The formula seems to be: the more these psychopaths hurt people, the more the people's faith in them grows and the more resources they get for punishing people even more. This begs the question: if the pattern is this already with semi-agricultural Indian groups, how much further has it gone with the development of agriculture? Based on this book, it makes sense to assume that these sadists got globally connected very early and that a lot of the violence and maladies in societies is engineered or committed by them. Considering the inter-tribal alliance, one might reasonably assume that the global or inter-tribal elite networks could agree to wage war against each others' communities, because that is a major opportunity for the elites to get more resources and increase ritual activity.
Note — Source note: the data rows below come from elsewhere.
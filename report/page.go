package report

import (
	"fmt"
	"io"
	"time"

	"slowpoint/rules"
)

// The frame of every page, mm from its top: one layout for A4 and Letter, so both break at the same lines.
const (
	headerY   = 15.0  // baseline of the running title
	topY      = 20.0  // where text begins
	bottomY   = 257.0 // where text ends
	footerY   = 259.0 // the line above the footer
	frameWide = 180.0 // mm
)

// The type sizes, pt.
const (
	small   = 9.0
	body    = 9.5
	kitchen = 11.0 // the least on the page for the operator
	leading = 1.22 // line height over type size
)

// doc is a document being written: a page, a position on it, and what the running titles will say.
type doc struct {
	pdf    *paper
	head   *Head
	left   float64 // mm
	y      float64 // mm from the top of the page
	title  string  // running title of the pages to come
	titles []string
	note   string // of the pages to come: what their numbers are
	notes  []string
	unseen unseen
	nest   int // how deep the bookmarks to come lie below their own level
	marked int // the level of the last bookmark; -1: none yet
}

// newDoc opens a document without a page.
func newDoc(h *Head, title string) *doc {
	date := h.Date
	if date.IsZero() {
		date = time.Unix(0, 0)
	}
	p := newPaper(h.Paper, date, flat(title), flat("slowpoint "+h.Version))
	return &doc{pdf: p, head: h, left: (p.wide() - frameWide) / 2, title: title, note: say("footer not measured"), unseen: unseen{}, marked: -1}
}

// clean makes text printable and remembers what could not be shown.
func (d *doc) clean(s string) string { return d.unseen.clean(s) }

// page begins a new page.
func (d *doc) page() {
	d.pdf.addPage()
	d.titles, d.notes = append(d.titles, d.title), append(d.notes, d.note)
	d.y = topY
}

// need begins a new page unless h mm are left on this one.
func (d *doc) need(h float64) {
	if d.y+h > bottomY+0.01 {
		d.page()
	}
}

// put writes one line of clean text with its baseline at y, black.
func (d *doc) put(x, y float64, s string, size float64, bold bool) {
	d.pdf.text(x, y, s, size, bold, black)
}

// height of a line of a size, mm.
func height(size float64) float64 { return size * leading * mmPerPt }

// style of a paragraph.
type style struct {
	size   float64
	bold   bool
	indent float64 // mm
	after  float64 // mm of space below
}

// para writes text over as many lines and pages as it takes.
func (d *doc) para(s string, st style) {
	for _, line := range wrap(d.clean(s), frameWide-st.indent, st.size, st.bold) {
		d.need(height(st.size))
		d.y += height(st.size)
		d.put(d.left+st.indent, d.y-0.28*height(st.size), line, st.size, st.bold)
	}
	d.y += st.after
}

// text is a paragraph in the usual size.
func (d *doc) text(s string) { d.para(s, style{size: body, after: 1.6}) }

// item is a paragraph behind a mark; continued lines hang.
func (d *doc) item(mark, s string, size float64) {
	in := widthMM(mark+"  ", size, false)
	lines := wrap(d.clean(s), frameWide-in, size, false)
	for i, line := range lines {
		d.need(height(size))
		d.y += height(size)
		if i == 0 {
			d.put(d.left, d.y-0.28*height(size), mark, size, false)
		}
		d.put(d.left+in, d.y-0.28*height(size), line, size, false)
	}
	d.y += 1
}

// heading begins a section: it stays with at least keep mm of what follows, and is a bookmark at its level.
func (d *doc) heading(s string, level int, keep float64) {
	d.section(s, level, keep, level)
}

// section is a heading whose bookmark has a level of its own.
func (d *doc) section(s string, level int, keep float64, mark int) {
	size := [...]float64{16, 12.5, 10.5}[level]
	if d.y > topY {
		d.y += [...]float64{5, 3.5, 2.5}[level]
	}
	d.need(height(size) + keep)
	d.bookmark(s, mark)
	d.para(s, style{size: size, bold: true, after: [...]float64{2, 1.2, 0.8}[level]})
}

// bookmark marks the place in the outline, never more than one level below the last.
func (d *doc) bookmark(s string, level int) {
	d.marked = min(level+d.nest, d.marked+1)
	d.pdf.mark(flat(s), d.marked, d.y)
}

// rule draws a line across from x to x2 at y.
func (d *doc) rule(x, x2, y, pt float64) { d.pdf.line(pencil{pt: pt, color: black}, x, y, x2, y) }

// frame draws a box.
func (d *doc) frame(x, y, w, h, pt float64) { d.pdf.frame(pencil{pt: pt, color: black}, x, y, w, h) }

// col is a column of a table.
type col struct {
	title string
	wide  float64 // mm
	bold  bool
	right bool
}

const cellPad = 1.2 // mm beside the text of a cell

// table writes rows with a header that repeats on every page. A row is split only if it is taller than a page. A row of one cell
// in a table of several columns is a title over the rows below it.
func (d *doc) table(cols []col, rows [][]string, size float64) {
	d.grouped(cols, rows, size, func(int) bool { return true })
}

// grouped is a table with a line only below the rows that end a group.
func (d *doc) grouped(cols []col, rows [][]string, size float64, ends func(row int) bool) {
	titles := make([][]string, len(cols))
	for i, c := range cols {
		titles[i] = wrap(d.clean(c.title), c.wide-2*cellPad, size, true)
	}
	headed := -1
	start := func(h float64) { // room for h mm, below a header
		d.need(h + btof(headed < 0)*2*height(size))
		if headed != d.pdf.page() {
			d.row(cols, titles, size, true)
			d.rule(d.left, d.left+total(cols), d.y, 1)
			headed = d.pdf.page()
		}
	}
	most := int((bottomY - topY - 20) / height(size))
	for k, r := range rows {
		over := cols
		if len(r) == 1 && len(cols) > 1 {
			over = []col{{wide: total(cols), bold: true}}
		}
		lines := make([][]string, len(over))
		n := 1
		for i, c := range over {
			s := ""
			if i < len(r) {
				s = r[i]
			}
			lines[i] = wrap(d.clean(s), c.wide-2*cellPad, size, c.bold)
			n = max(n, len(lines[i]))
		}
		for n > 0 {
			part := min(n, most)
			start(float64(part)*height(size) + 1 + btof(len(over) < len(cols))*2*height(size)) // a title stays with a row
			chunk := make([][]string, len(over))
			for i := range lines {
				q := min(part, len(lines[i]))
				chunk[i], lines[i] = lines[i][:q], lines[i][q:]
			}
			d.row(over, chunk, size, false)
			n -= part
		}
		if ends(k) || k == len(rows)-1 {
			d.rule(d.left, d.left+total(cols), d.y, 0.7)
		}
	}
	if len(rows) == 0 {
		start(0)
	}
	d.y += 2
}

// row writes the lines of one row.
func (d *doc) row(cols []col, lines [][]string, size float64, bold bool) {
	x, n := d.left, 1
	for i, c := range cols {
		n = max(n, len(lines[i]))
		for k, s := range lines[i] {
			at := x + cellPad
			if c.right {
				at = x + c.wide - cellPad - widthMM(s, size, bold || c.bold)
			}
			d.put(at, d.y+0.5+float64(k+1)*height(size)-0.28*height(size), s, size, bold || c.bold)
		}
		x += c.wide
	}
	d.y += float64(n)*height(size) + 1
}

func total(cols []col) float64 {
	w := 0.0
	for _, c := range cols {
		w += c.wide
	}
	return w
}

func btof(b bool) float64 { return float64(btoi(b)) }

// pairGap is how much closer pairs stand than the rows of a table, mm.
const pairGap = 0.6

// pairs writes names and values in two columns, leaving out blank values.
func (d *doc) pairs(rows [][2]string, wide float64) {
	for _, line := range rows {
		if line[1] == "" {
			continue
		}
		a, b := d.pair(line, wide)
		cols := []col{{wide: wide, bold: true}, {wide: frameWide - wide}}
		for len(b) > 40 {
			d.need(40*height(small) + 1)
			d.row(cols, [][]string{a, b[:40]}, small, false)
			a, b = nil, b[40:]
		}
		d.need(float64(max(len(a), len(b)))*height(small) + 1)
		d.row(cols, [][]string{a, b}, small, false)
		d.y -= pairGap
	}
	d.y += 1.5
}

// pair is a name and a value as lines.
func (d *doc) pair(line [2]string, wide float64) (name, value []string) {
	return wrap(d.clean(line[0]), wide-2*cellPad, small, true), wrap(d.clean(line[1]), frameWide-wide-2*cellPad, small, false)
}

// pairsHeight is how high pairs will be, mm.
func (d *doc) pairsHeight(rows [][2]string, wide float64) float64 {
	h := 1.5
	for _, line := range rows {
		if line[1] != "" {
			a, b := d.pair(line, wide)
			h += float64(max(len(a), len(b)))*height(small) + 1 - pairGap
		}
	}
	return h
}

// boxed writes paragraphs in a frame.
func (d *doc) boxed(lines []string, st style) {
	const pad = 2.5
	var all []string
	for _, s := range lines {
		all = append(all, wrap(d.clean(s), frameWide-2*pad, st.size, st.bold)...)
	}
	for len(all) > 0 {
		n := min(len(all), int((bottomY-topY-2*pad)/height(st.size)))
		h := float64(n)*height(st.size) + 2*pad
		d.need(h)
		d.frame(d.left, d.y, frameWide, h, 1)
		for i, s := range all[:n] {
			d.put(d.left+pad, d.y+pad+(float64(i+1)-0.28)*height(st.size), s, st.size, st.bold)
		}
		d.y += h + 2.5
		all = all[n:]
	}
}

// caught turns a panic while a PDF is made into an error: one document less, and the others are written.
func caught(err *error) {
	if r := recover(); r != nil {
		*err = fmt.Errorf("PDF: %v", r)
	}
}

// finish writes the running titles and page numbers and sends the document.
func (d *doc) finish(w io.Writer) error {
	n := d.pdf.pages()
	for i := 1; i <= n; i++ {
		d.pdf.turnTo(i)
		d.running(i, n)
	}
	return d.pdf.write(w)
}

// running writes the header and the footer of a page.
func (d *doc) running(i, n int) {
	h := d.head
	right := d.clean(h.planName())
	right = shorten(right, 70, small, false)
	left := shorten(d.clean(d.titles[i-1]), frameWide-4-widthMM(right, small, false), small, true)
	d.put(d.left, headerY, left, small, true)
	d.put(d.left+frameWide-widthMM(right, small, false), headerY, right, small, false)
	d.rule(d.left, d.left+frameWide, headerY+1.5, 0.7)
	d.rule(d.left, d.left+frameWide, footerY, 0.7)
	number := say("page", i, n)
	d.put(d.left+frameWide-widthMM(number, small, false), footerY+3.6, number, small, false)
	d.put(d.left, footerY+3.6, shorten(d.clean(say("footer", h.Version, h.digest(), h.day())), 150, small, false), small, false)
	d.y = footerY
	d.put(d.left, footerY+7.4, shorten(d.notes[i-1], frameWide, small, false), small, false)
	if i == 1 && len(d.unseen) > 0 {
		d.put(d.left, footerY+11.2, shorten(say("glyphs missing", d.unseen.list()), frameWide, small, true), small, true)
	}
}

// item of the sheet Plan by its name; "" if it is not there.
func (h *Head) item(name string) string {
	for _, it := range h.Items {
		if it.Item == name {
			return it.Value
		}
	}
	return ""
}

// planName is what the pages call the plan.
func (h *Head) planName() string {
	name := h.item("Plan")
	if name == "" {
		name = h.Plan
	}
	if e := h.item("Edition"); e != "" {
		name = say("edition", name, e)
	}
	return name
}

// digest is the beginning of the input's SHA-256, enough to tell two inputs apart.
func (h *Head) digest() string {
	if len(h.SHA256) > 12 {
		return h.SHA256[:12] + "…"
	}
	if h.SHA256 == "" {
		return "–"
	}
	return h.SHA256
}

// day is the date of the run, with the time of day if it has one.
func (h *Head) day() string {
	if h.Date.IsZero() {
		return "–"
	}
	if h.Date.Hour() == 0 && h.Date.Minute() == 0 && h.Date.Second() == 0 {
		return h.Date.Format("2006-01-02")
	}
	return h.Date.Format("2006-01-02 15:04")
}

// verdictWord is the word and a symbol of its own, so that neither colour nor position carries it alone.
func verdictWord(v rules.Verdict) string {
	return [...]string{"? CANNOT TELL", "✓ MET", "✗ NOT MET", "– NOT APPLICABLE"}[v]
}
If social organization developed along these lines, it would make sense to assume that mostly wars between groups were arranged for this purpose. The foundational world literature is for this purpose: they were all written by these elites, just as the mythologies were manipulated(although the beliefs have a real background, otherwise they wouldn't work: the substitute parent theory, through remnants of which they are still alive). As for the miracle of the internet, the internet is the same thing as an oracle of olden times: a divine, "self-organized" authority spouting out information which is all framed by the elites, much more insidiously than the much-touted mass media: it's not that the opinion was decided, but possibly the particular dichotomies were - along with endless mechanisms of cheap pride in what consists of suffering for the sake of those whose mere chortle constitutes that which one's purpose in life reduces to.
Solid, detailed scholarship and an important topic/analysis of power. Hayden deals with the brutality of human society and is willing to call out duplicitous agents—neither credulous (60s) nor supremacist (1880s), which is refreshing.
At the end of the day, all human religion and society is Scooby-Doo except they actually kill people and they get away with it.